AI Tech Letter
(THOSE AREN'T CHICKENS IN YOUR TRANSLATOR APP)
(IBEX)
I was flying back from Monterey last month when I found myself eavesdropping on a fascinating exchange at the customer service counter.
The passenger ahead of me—clearly not a native English speaker—was struggling to explain his situation to an agent who spoke only English.
Then, the agent tapped her screen, and suddenly, she was responding in his language with surprising accuracy.
Curious, I leaned in as she handed him a feedback form. "How was your experience with our new AI-powered translation service?" it read.
When my turn came, she confirmed the system was new. "It’s a game-changer," she said. "Three weeks ago, we'd have needed a translator or spent half an hour playing charades."
This experience came to mind as I dug into IBEX Limited (IBEX), a Washington D.C.-based company positioning itself at the intersection of old-school customer service and cutting-edge AI.
Their business process outsourcing services have earned them a reputation for high-quality omnichannel support across growing offshore markets, with a focus on using AI, automation, and data analytics to transform how brands engage with customers.
Remember when "customer service" meant being stuck on hold for an hour while a recorded voice assured you that your call was "very important"? IBEX is changing that narrative.
Their Wave iX solutions don't replace humans—they enhance them. One hospitality client now deploys English-speaking agents with AI-powered translation to handle multilingual interactions (goodbye language barriers and soul-crushing hold music).
The quality of these translations is what sets them apart in a world where most translation apps still turn phrases like "welcome gift" into "live chickens" (true story from my last international trip).
Their AI also handles routine inquiries ("What are your hours?") while humans tackle the complex ones ("Why does my new dishwasher sound like it's harboring raccoons?").
It's essentially digital triage at its finest—at least until that gets disrupted too, which in Silicon Valley terms means sometime next Tuesday.
Now, let's talk numbers. IBEX posted a record-breaking second quarter with revenues hitting $140.7 million, up 6.1% year-over-year.
Their "land-and-expand playbook" brought in five new major clients this quarter alone. Earnings per share came in at $0.59 (beating expectations by $0.08), with adjusted EBITDA climbing to $16.5 million and margins improving to 11.8%.
If you're new to investing, beating analyst expectations is like showing up to your in-laws' house with an expensive bottle of wine—it won't solve all your problems, but it certainly helps set a positive tone.
The sector breakdown tells another interesting story.
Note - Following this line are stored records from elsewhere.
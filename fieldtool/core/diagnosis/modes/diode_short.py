"""A shorted diode.

The junction broken down: about an ohm across the diode, both ways.
"""

from __future__ import annotations

from fieldtool.core.circuit.netlist import Circuit, Params
from fieldtool.core.circuit.spec import Profile
from fieldtool.core.diagnosis.modes.base import (
    FaultMode,
    diode_index,
)

SHORT_OHMS = 1.0  # a failed-short part reads about an ohm (common practice, no source)


class DiodeShort(FaultMode):
    """A shorted diode."""

    name = "short"
    applies_to = "diode"
    unit = None
    words = "shorted"

    def apply(
        self,
        circuit: Circuit,
        params: Params,
        target: str,
        severity: float | None,
        profile: Profile,
    ) -> None:
        """About an ohm across the diode."""
        params.d_gp[:, diode_index(circuit, target)] = 1.0 / SHORT_OHMS
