"""What every fault mode tells the rest of the tool.

A fault mode is one module with one ``FaultMode`` subclass, registered in
``fieldtool.core.diagnosis.modes``: what it applies to (a diode, a capacitor, or a board target
— the drive, the supply, the load), on which boards it can happen, the severities the fault
dictionary tries (its grid, scaled to the board), how it changes the netlist's element values,
and its words for the technician.
"""

from __future__ import annotations

import math
from abc import ABC, abstractmethod
from typing import ClassVar

import numpy as np

from fieldtool.core.circuit.netlist import Circuit, Params
from fieldtool.core.circuit.spec import Profile
from fieldtool.core.circuit.topologies import topology_of
from fieldtool.core.plausible import Range
from fieldtool.core.units import format_si

PART_KINDS = ("diode", "capacitor")
BOARD_TARGETS = ("drive", "supply", "load")
NO_SEVERITY = (math.nan,)  # the grid of a mode without a severity
IDEAL_DIODE_DROP = 0.6  # V, for scaling grids only (common practice, no source)

_EXAMPLES = {"ohms": "47k", "fraction": "0.3", "factor": "3"}

# The plausible severity of each kind (see ``fieldtool.core.plausible``). A leak below 1 Ω
# (what a shorted part is modelled as) is a short: write the mode short. A series resistance
# above 1 TΩ (what an open diode is modelled as) is an open part. With less than 0.1 % of a
# capacitance, the drive or the supply left, it is gone. A load a thousand times its rating is
# a short across the output.
SEVERITY_RANGES = {
    "ohms": Range(1e-3, 1e12, "Ω", "above 1 TΩ in series a part is open: write the mode open"),
    "fraction": Range(
        1e-3,
        1.0,
        "",
        "the fraction left; below 0.001 it is gone: write open, stuck-low or missing",
        high_open=True,
    ),
    "factor": Range(
        1.0,
        1e3,
        "×",
        "a thousand times the rated load is a short across the output",
        low_open=True,
    ),
}
LEAKY_OHMS = Range(
    1.0, 1e18, "Ω", "below the 1 Ω of a shorted part write the mode short; above 1e18 Ω no leak"
)


class FaultMode(ABC):
    """One catalogued way for a part or the board to fail (see the module docstring)."""

    name: ClassVar[str]  # as written in a fault spec: D5:open
    applies_to: ClassVar[str]  # "diode" | "capacitor" | "drive" | "supply" | "load"
    unit: ClassVar[str | None]  # severity unit: "ohms" | "fraction" | "factor"; None: none
    words: ClassVar[str]  # plain words: "lost capacitance"

    def unavailable(self, profile: Profile) -> str | None:
        """Why the mode cannot happen on this board, or None when it can (default: always can).

        A mode whose fault would leave every node as healthy (a low supply on a board whose
        supply is 0 V) is unavailable too, so it is never ranked as a hypothesis.
        """
        return None

    def available(self, profile: Profile) -> bool:
        """True when the mode can happen on this board."""
        return self.unavailable(profile) is None

    def grid(self, profile: Profile) -> tuple[float, ...]:
        """Severities the fault dictionary tries on this board, mild to gross."""
        return NO_SEVERITY

    @abstractmethod
    def apply(
        self,
        circuit: Circuit,
        params: Params,
        target: str,
        severity: float | None,
        profile: Profile,
    ) -> None:
        """Change ``params`` (every row, in place) as this fault of ``target`` would."""

    @property
    def example(self) -> str:
        """A severity to show in messages."""
        return _EXAMPLES.get(self.unit or "", "")

    @property
    def severity_range(self) -> Range | None:
        """The severities this mode accepts (None: it takes none); see ``SEVERITY_RANGES``."""
        return SEVERITY_RANGES.get(self.unit or "")

    def severity_problem(self, value: float) -> str | None:
        """Why a severity cannot be used for this mode, or None when it can."""
        limit = self.severity_range
        if limit is None:
            return None
        problem = limit.problem(value)
        return f"{self.name} severity {problem}" if problem else None

    def format_severity(self, value: float) -> str:
        """A severity as a fault spec writes it, to six figures: ``47k`` ohms, ``0.3`` of it
        left, a factor ``3``."""
        return format_si(value, digits=6) if self.unit == "ohms" else f"{value:g}"

    def severity_words(self, severity: float, si: str) -> str:
        """The severity in words: ``(47kΩ)``, ``(30% left)``, ``(×3)``; ``si`` is it in SI."""
        if self.unit == "ohms":
            return f"({si}Ω)"
        if self.unit == "fraction":
            return f"({severity:.0%} left)"
        if self.unit == "factor":
            return f"(×{severity:g})"
        return ""


def switching_ohms(profile: Profile) -> float:
    """1/(f·C) of one capacitor: the scale of a pump's per-stage losses (Seeman & Sanders,
    IEEE Trans. Power Electron. 23(2), 2008, slow-switching limit; from memory)."""
    return 1.0 / (profile.frequency_hz * profile.capacitor.farads)


def ideal_output_volts(profile: Profile) -> float:
    """The no-load output of the ideal multiplier (for scaling severity grids)."""
    return topology_of(profile).ideal_output_volts(profile, IDEAL_DIODE_DROP)


def load_ohms_equivalent(profile: Profile) -> float:
    """The load as a resistance: the profile's ohms, or output volts over a constant current."""
    if profile.load_ohms is not None:
        return profile.load_ohms
    amps = profile.load_amps or 0.0
    return abs(ideal_output_volts(profile)) / amps if amps > 0 else 1e9


def drive_sources(circuit: Circuit) -> list[int]:
    """Indices of the drive (or clock) sources."""
    return [i for i, s in enumerate(circuit.sources) if s.kind != "dc"]


def supply_sources(circuit: Circuit) -> list[int]:
    """Indices of the DC supply sources."""
    return [i for i, s in enumerate(circuit.sources) if s.kind == "dc"]


def diode_index(circuit: Circuit, target: str) -> int:
    """Column of a diode by default designator."""
    return circuit.diode_refs.index(target)


def capacitor_index(circuit: Circuit, target: str) -> int:
    """Column of a capacitor by default designator."""
    return circuit.cap_refs.index(target)


def at_most(values: np.ndarray, limit: float) -> np.ndarray:
    """``values`` clipped from above (a copy)."""
    return np.minimum(values, limit)
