- ``records``: one row per history line, the line whole (``line``) beside the columns of
  ``columns.COLUMNS``; ``(id, version)`` is unique: version 0 is the first content seen for an
  id, 1, 2, ... are conflicting contents (kept, as ``logs merge`` keeps them). Append-only for
  everyone: a statement trigger refuses UPDATE, DELETE and TRUNCATE (an administrator who
  must remove data disables it deliberately), and the technician role has no such privilege.
- What the fleet view needs, kept up to date by a trigger on every insert into ``records``
  (a ``SECURITY DEFINER`` function, so technicians need no right to change them):
  ``boards`` (records per board), ``sessions`` (each session's start, latest closing and
  latest verification), ``actions``, ``repairs`` (the actions of sessions closed fixed, with
  whether a verification followed) and, per board, ``board_failures``, ``board_repeats`` and
  ``board_view`` (the confirmed failures as ``history.fleet`` counts them). The trigger locks
  the boards' rows first, in one order, so pushes touching the same board take turns and
  each summary is rebuilt from everything committed.
- ``meta``: the schema version, the store's id, and the fingerprints of the summaries'
  logic (``derived``: sessions and repairs; ``catalogue``: the fault catalogue and record
  schema the per-board counts were made with). ``store init`` rebuilds the summaries when a
  fingerprint differs from this fieldtool's; a fieldtool with another catalogue counts from
  ``repairs`` at read time instead.

``MIGRATIONS[v]`` takes a store from version v to v + 1; ``store init`` applies the missing
ones in one transaction under an advisory lock.
"""

from __future__ import annotations

import hashlib
import uuid

from fieldtool.core.history import SCHEMA, Action, SessionClosed, SessionOpened, Verification
from fieldtool.core.history.fleet_cache import SKIPPED_KINDS
from fieldtool.core.history.sessions import PART_MODES, TARGET_MODES
from fieldtool.store.errors import StoreSchemaError

TECHNICIAN_ROLE = "fieldtool_technician"
MIN_SERVER = 140000  # PostgreSQL 14: EXTRACT gives exact numbers, the days depend on it


_PLAIN = frozenset("abcdefghijklmnopqrstuvwxyzABCDEFGHIJKLMNOPQRSTUVWXYZ0123456789_:-")


def _literal(word: str) -> str:
    """A catalogue or kind name as an SQL literal; only plain names are ever baked in."""
    if not word or not set(word) <= _PLAIN:
        raise ValueError(f"not a plain name for the store's SQL: {word!r}")
    return f"'{word}'"


def _array(words) -> str:
    return f"ARRAY[{', '.join(map(_literal, words))}]::text[]"


_SKIPPED = ", ".join(map(_literal, SKIPPED_KINDS))

_V1 = """
CREATE SCHEMA fieldtool;
REVOKE ALL ON SCHEMA fieldtool FROM PUBLIC;

CREATE TABLE fieldtool.meta (key text PRIMARY KEY, value text NOT NULL);

CREATE TABLE fieldtool.records (
    seq bigint GENERATED ALWAYS AS IDENTITY,
    id text COLLATE "C" NOT NULL,
    version integer NOT NULL DEFAULT 0 CHECK (version >= 0),
    profile text COLLATE "C" NOT NULL,
    board text COLLATE "C" NOT NULL,
    kind text COLLATE "C" NOT NULL,
    session text COLLATE "C",
    tk text COLLATE "C" NOT NULL,
    us bigint,
    schema_version integer NOT NULL,
    designator text COLLATE "C",
    mode text COLLATE "C",
    outcome text COLLATE "C",
    line text NOT NULL,
    pushed_at timestamptz NOT NULL DEFAULT now(),
    UNIQUE (id, version)
);
CREATE INDEX records_board ON fieldtool.records (board);

CREATE TABLE fieldtool.boards (
    profile text COLLATE "C" NOT NULL,
    board text COLLATE "C" NOT NULL,
    records bigint NOT NULL,
    legacy bigint NOT NULL,  -- records without a session id: summarised from their lines
    PRIMARY KEY (profile, board)
);
CREATE TABLE fieldtool.sessions (
    profile text COLLATE "C" NOT NULL,
    board text COLLATE "C" NOT NULL,
    session text COLLATE "C" NOT NULL,
    first_tk text COLLATE "C" NOT NULL,
    first_us bigint,
    opened_tk text COLLATE "C",
    opened_us bigint,
    closed_tk text COLLATE "C",
    closed_seq bigint,
    outcome text COLLATE "C",
    verified_tk text COLLATE "C",
    PRIMARY KEY (profile, board, session)
);
CREATE TABLE fieldtool.actions (
    profile text COLLATE "C" NOT NULL,
    board text COLLATE "C" NOT NULL,
    session text COLLATE "C" NOT NULL,
    seq bigint NOT NULL,
    tk text COLLATE "C" NOT NULL,
    designator text COLLATE "C" NOT NULL,
    mode text COLLATE "C" NOT NULL,
    schema_version integer NOT NULL
);
CREATE INDEX actions_session ON fieldtool.actions (profile, board, session);
CREATE TABLE fieldtool.repairs (
    profile text COLLATE "C" NOT NULL,
    board text COLLATE "C" NOT NULL,
    session text COLLATE "C" NOT NULL,
    start text COLLATE "C" NOT NULL,
    start_us bigint,
    first_tk text COLLATE "C" NOT NULL,
    seq bigint NOT NULL,
    tk text COLLATE "C" NOT NULL,
    designator text COLLATE "C" NOT NULL,
    mode text COLLATE "C" NOT NULL,
    schema_version integer NOT NULL,
    verified boolean NOT NULL
);
CREATE INDEX repairs_board ON fieldtool.repairs (profile, board, session);
CREATE TABLE fieldtool.board_failures (
    profile text COLLATE "C" NOT NULL,
    board text COLLATE "C" NOT NULL,
    designator text COLLATE "C" NOT NULL,
    mode text COLLATE "C" NOT NULL,
    n integer NOT NULL,
    verified integer NOT NULL
);
CREATE INDEX board_failures_board ON fieldtool.board_failures (profile, board);
CREATE TABLE fieldtool.board_repeats (
    profile text COLLATE "C" NOT NULL,
    board text COLLATE "C" NOT NULL,
    designator text COLLATE "C" NOT NULL,
    modes text[] NOT NULL,
    times text[] NOT NULL,
    shortest float8
);
CREATE INDEX board_repeats_board ON fieldtool.board_repeats (profile, board);
CREATE TABLE fieldtool.board_view (
    profile text COLLATE "C" NOT NULL,
    board text COLLATE "C" NOT NULL,
    repairs integer NOT NULL,
    first text COLLATE "C" NOT NULL,
    last text COLLATE "C" NOT NULL,
    gaps float8[],
    PRIMARY KEY (profile, board)
);

CREATE FUNCTION fieldtool.append_only() RETURNS trigger
LANGUAGE plpgsql SET search_path = pg_catalog, pg_temp AS $$
BEGIN
    RAISE EXCEPTION 'fieldtool store records are append-only: % refused', TG_OP
        USING ERRCODE = 'insufficient_privilege',
        HINT = 'records are only ever added; a conflicting record is kept beside the other';
END $$;
CREATE TRIGGER records_append_only BEFORE UPDATE OR DELETE OR TRUNCATE ON fieldtool.records
FOR EACH STATEMENT EXECUTE FUNCTION fieldtool.append_only();
"""

MIGRATIONS: tuple[str, ...] = (_V1,)  # MIGRATIONS[v]: version v -> v + 1
LATEST = len(MIGRATIONS)


def days(micros: str) -> str:
    """SQL for microseconds as days, rounded as Python's ``timedelta.total_seconds() / 86400``."""
    return f"((({micros})::numeric / 1000000)::float8 / 86400)"


def confirmed_filter(schema: str, targets: str, target_modes: str, part_modes: str) -> str:
    """SQL keeping the ``repairs`` rows (alias r) that confirm a failure (history.sessions)."""
    return f"""r.schema_version <= {schema} AND r.designator <> ''
        AND CASE WHEN r.designator = ANY({targets})
            THEN r.designator || ':' || r.mode = ANY({target_modes})
            ELSE r.mode = ANY({part_modes}) END"""


def catalogue() -> dict[str, object]:
    """This fieldtool's fault catalogue and record schema, as query parameters."""
    return {
        "schema": SCHEMA,
        "targets": sorted(TARGET_MODES),
        "target_modes": sorted(f"{t}:{m}" for t, modes in TARGET_MODES.items() for m in modes),
        "part_modes": sorted(PART_MODES),
    }


def _baked_filter() -> str:
    c = catalogue()
    return confirmed_filter(
        str(c["schema"]), _array(c["targets"]), _array(c["target_modes"]), _array(c["part_modes"])
    )


def board_counts(target: str, boards: str, confirmed: str) -> list[str]:
    """SQL rebuilding ``board_failures``, ``board_repeats`` and ``board_view`` in ``target``.

    Args:
        target: the schema holding those tables (``fieldtool``, or ``pg_temp`` at read time).
        boards: a query giving the (profile, board) pairs to rebuild.
        confirmed: ``confirmed_filter``'s condition on ``fieldtool.repairs r``.

    Returns:
        Two statements: the old rows go, then the new ones come (one statement cannot do
        both on a table with a unique key).
    """
    gone = "x USING touched WHERE x.profile = touched.profile AND x.board = touched.board"
    return [
        f"""
WITH touched AS ({boards}),
failures_gone AS (DELETE FROM {target}.board_failures {gone}),
repeats_gone AS (DELETE FROM {target}.board_repeats {gone})
DELETE FROM {target}.board_view {gone}""",
        f"""
WITH touched AS ({boards}),
confirmed AS (
    SELECT r.profile, r.board, r.session, r.start, r.start_us, r.first_tk, r.designator,
        r.mode, bool_or(r.verified) AS verified, min(r.tk) AS tk1, min(r.seq) AS seq1
    FROM touched JOIN fieldtool.repairs r
        ON r.profile = touched.profile AND r.board = touched.board
    WHERE {confirmed}
    GROUP BY r.profile, r.board, r.session, r.start, r.start_us, r.first_tk, r.designator, r.mode
), failures_new AS (
    INSERT INTO {target}.board_failures
    SELECT profile, board, designator, mode, count(*), count(*) FILTER (WHERE verified)
    FROM confirmed GROUP BY profile, board, designator, mode
), repeats_new AS (
    INSERT INTO {target}.board_repeats
    SELECT profile, board, designator, array_agg(mode ORDER BY o), array_agg(start ORDER BY o),
        min(gap)
    FROM (
        SELECT profile, board, designator, mode, start, row_number() OVER w AS o,
            {days("start_us - lag(start_us) OVER w")} AS gap
        FROM confirmed
        WINDOW w AS (PARTITION BY profile, board, designator
                     ORDER BY start, first_tk, session, tk1, seq1)
    ) part
    GROUP BY profile, board, designator HAVING count(*) > 1
), repair AS (
    SELECT DISTINCT profile, board, session, start, start_us, first_tk FROM confirmed
)
INSERT INTO {target}.board_view
SELECT profile, board, count(*), min(start), max(start),
    array_agg(gap ORDER BY o) FILTER (WHERE gap IS NOT NULL)
FROM (
    SELECT profile, board, start, row_number() OVER w AS o,
        {days("start_us")} - lag({days("start_us")}) OVER w AS gap
    FROM repair
    WINDOW w AS (PARTITION BY profile, board ORDER BY start, first_tk, session)
) one_board
GROUP BY profile, board""",
    ]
Offshore operations (now 53% of total revenue) grew by 14%, while HealthTech surged 31%—no surprise to anyone who's visited a doctor's office lately and watched them wrestle with patient management software.
Travel, logistics, and retail also saw healthy increases. A significant move this quarter was IBEX's buyback of 3.6 million shares from TRGI, freeing it from "controlled company" status and helping boost EPS by 36%.
But let's not pop the champagne just yet. For all its strong earnings, IBEX has some glaring weak spots.
Revenue growth is anemic at 1.66%—well below the sector median of 3.93%. The FinTech segment is particularly troubling, with revenue down 15%.
Cash flow remains negative (they burned through $3.2 million), and their net cash position dropped precipitously from $60.8 million to just $13.7 million thanks to that $70 million share buyback.
It's like bragging that you're only losing $100 at the poker table instead of $200—technically an improvement, but your wallet still gets lighter.
Management has also acknowledged that costs related to AI implementation and infrastructure are rising, potentially squeezing margins in the latter half of fiscal 2025.
Meanwhile, customers are taking longer to pay (Days Sales Outstanding extended from 75 to 79 days), which could further strain working capital.
So what's the bottom line? At its current valuation—9.97x forward P/E for 2025 and 8.61x for 2026—IBEX might represent a bargain for investors who believe in the long-term promise of AI-driven outsourcing.
I've been trading long enough to know that sometimes the market offers gifts for those willing to look past short-term turbulence.
For the stock to realize its potential upside, however, IBEX needs to demonstrate stronger revenue growth and better cash flow management.
If it succeeds, a move toward a 12x–14x P/E range would offer meaningful upside. If not, it could remain stuck in what I call "value trap purgatory."
As for me, I'm keeping IBEX on my watchlist—right next to “learn a second language” and “never fly standby again.” Some opportunities, like some flights, are worth waiting for.